Only audio information is used, but not fully combined with the user’s historical behavior information, so the recommended results are not personalized enough and cannot provide effective real-time feedback on user behavior. The tree model is easy to overfit, and modeling using the tree model can extract nonlinear features from the data, but when the sample is too small or the model complexity is too high, the generalization ability of the model will be poor. First, the nonlinear features of the data are explored in-depth to address the problem of weak model personalization. To avoid the overfitting problem of the tree model, I use an architecture that fuses the tree model and the logistic regression model. Then, some deficiencies of this fusion model were further improved. Finally, based on the above algorithm, a personalized music recommendation system based on the fusion model is implemented.
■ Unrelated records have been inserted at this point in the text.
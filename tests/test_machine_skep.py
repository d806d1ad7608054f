"""skep's clock: two pulses a turn with a hold point after each, its parts, `relaybench clock`.

The instruction semantics are in tests/test_instructions_skep.py, the
programs in tests/test_programs_skep.py; P1–P7 run on skep through
tests/engine_support.py, which finds every machine under emu/machines/.
"""

from __future__ import annotations

import json
import math

import pytest

import emu
from emu.timing import count_wear, timing_model

from cli_support import cli
from engine_support import boot, encode

SKEP = emu.load_machine("skep")


def test_the_ring_gives_two_pulses_a_turn_each_followed_by_a_hold_point():
    phases = [(p.name, p.level, p.hold) for p in SKEP.phases]
    assert phases == [("pulse1", 1, False), ("gap1", 0, True), ("pulse2", 1, False), ("gap2", 0, True)]
    assert [p.duration_ns for p in SKEP.phases] == [48_000_000, 30_000_000, 40_000_000, 35_000_000]


@pytest.mark.parametrize("nops, frozen_at", [(0, "gap1"), (1, "gap2"), (2, "gap1"), (3, "gap2")])
def test_a_stop_freezes_right_after_its_cycle_on_either_pulse(nops, frozen_at):
    """Power-on is at gap1, time 0, so the pulses go pulse2 (entering gap2 at 30 + 40 ms),
    pulse1 (entering gap1 a turn, 153 ms, after power-on), …: an odd cycle count freezes at
    gap2, an even one at gap1, and no further cycle runs either way."""
    words = encode(SKEP, "nop") * nops + encode(SKEP, "stop")
    machine = boot(SKEP, words)
    stop = machine.run(max_cycles=100)
    cycles = nops + 2
    assert (stop.kind, stop.address) == ("halted", nops)
    assert machine.cycles == cycles and machine.pc == nops + 1
    assert SKEP.phases[machine.phase_index].name == frozen_at
    assert machine.time_ns == cycles // 2 * 153_000_000 + (70_000_000 if cycles % 2 else 0)


def test_stage_1_by_hand():
    """Stage 1 worked with the formulas of any primer (common practice): the capacitor across
    the 430-ohm coil is fed through 68 ohms from 24 V (no diode), so it charges towards the
    divider voltage with tau = (68 || 430) C, until the 16 V pick-up; then the armature's 8 ms."""
    held = 24.0 * 430 / (68 + 430)
    tau = (68 * 430 / (68 + 430)) * 470e-6
    expected = tau * math.log(held / (held - 16.0)) + 0.008
    assert timing_model(SKEP).nominal_phase_seconds()[0] == pytest.approx(expected, rel=1e-12)
    assert expected == pytest.approx(0.04881, abs=5e-5)


def test_the_parts_give_the_phase_table():
    model = timing_model(SKEP)
    for phase, seconds in zip(SKEP.phases, model.nominal_phase_seconds()):
        assert seconds == pytest.approx(phase.duration_ns * 1e-9, rel=0.02), phase.name


def test_relaybench_clock_reports_both_hold_points(capsys):
    code, out, err = cli(capsys, "clock", "--machine", "skep", "--samples", "5000")
    assert code == 0 and err == ""
    lines = out.splitlines()
    assert lines[1] == "nominal, from the phase table: 13.1 Hz, period 76.5 ms, duty cycle 57.5%"
    held = [line.split()[0] for line in lines if line.endswith("(hold point)")]
    assert held == ["gap1", "gap2"]
    code, out, _err = cli(capsys, "clock", "--machine", "skep", "--samples", "5000", "--json")
    report = json.loads(out)
    assert report["nominal"]["turn_ms"] == 153.0 and report["nominal"]["period_ms"] == 76.5


class _EveryPhase(emu.Observer):
    """Attached only to send the run down the phase-by-phase path."""


@pytest.mark.parametrize("stepped", [False, True], ids=["fast path", "phase by phase"])
def test_the_carry_in_relay_counts_only_on_pulses_where_carry_is_set(stepped):
    """adc's result step drives "c-in if c": of two adc's, one after sec and one after
    clc, only the first operates the relay. Counted by hand from skep.toml: the fetch
    drives adr-pc on each of the 5 instructions and each adc #k reads its constant with
    adr-pc once more (7 in all); sec, clc and stop take 2 cycles, adc #k 4, so 14 pulses,
    7 turns of the ring, each operating every ring relay once."""
    words = (encode(SKEP, "sec") + encode(SKEP, "adc #k", k=1) + encode(SKEP, "clc")
             + encode(SKEP, "adc #k", k=1) + encode(SKEP, "stop"))
    machine = boot(SKEP, words)
    if stepped:
        machine.observe(_EveryPhase())
    with count_wear(machine) as wear:
        assert machine.run(max_cycles=100).kind == "halted"
    assert machine.get("a") == 3
    counts = wear.counts
    assert counts["c-in"] == 1 and counts["alu-add"] == 2 and counts["adr-pc"] == 7
    assert counts["c-set"] == 1 and counts["c-clr"] == 1 and counts["halt-set"] == 1
    assert wear.pulses == 14 and [counts[k] for k in ("K1", "K2", "K3", "K4")] == [7, 7, 7, 7]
2. Multiple Features of Deep Confidence Networks for Music Classification and Simulation Design

2.1. Improved Deep Confidence Network Algorithm

Deep learning seeks to find the characteristics of network input data by simulating the way human brain neurons process information to achieve an optimal solution. The human brain can be viewed to some extent as a complex circuit structure, consisting of multiple layers of complex circuits stacked on top of each other. The signals generated in the human brain are passed through neurons into different parts of the circuit [20]. The different parts of the circuit are stimulated to trigger different responses, which in turn lead to the next step of judgment. To mimic this mechanism, neural networks use weighted connections to simulate the human brain. If the network structure is simple, the weights can be appropriately assigned based on the learned data and the network is better able to recognize and distinguish these responses. However, as the complexity of the network increases, the connections between the networks become denser, and it becomes correspondingly more difficult to distinguish between them based on weights alone. Also, when training the network, the corresponding model is constructed by reverse feedback. If the structure of the network is simple, the feedback can get a timely response, but if the network structure is complex, the feedback cannot get a timely response or even feedback may be diluted and disappeared.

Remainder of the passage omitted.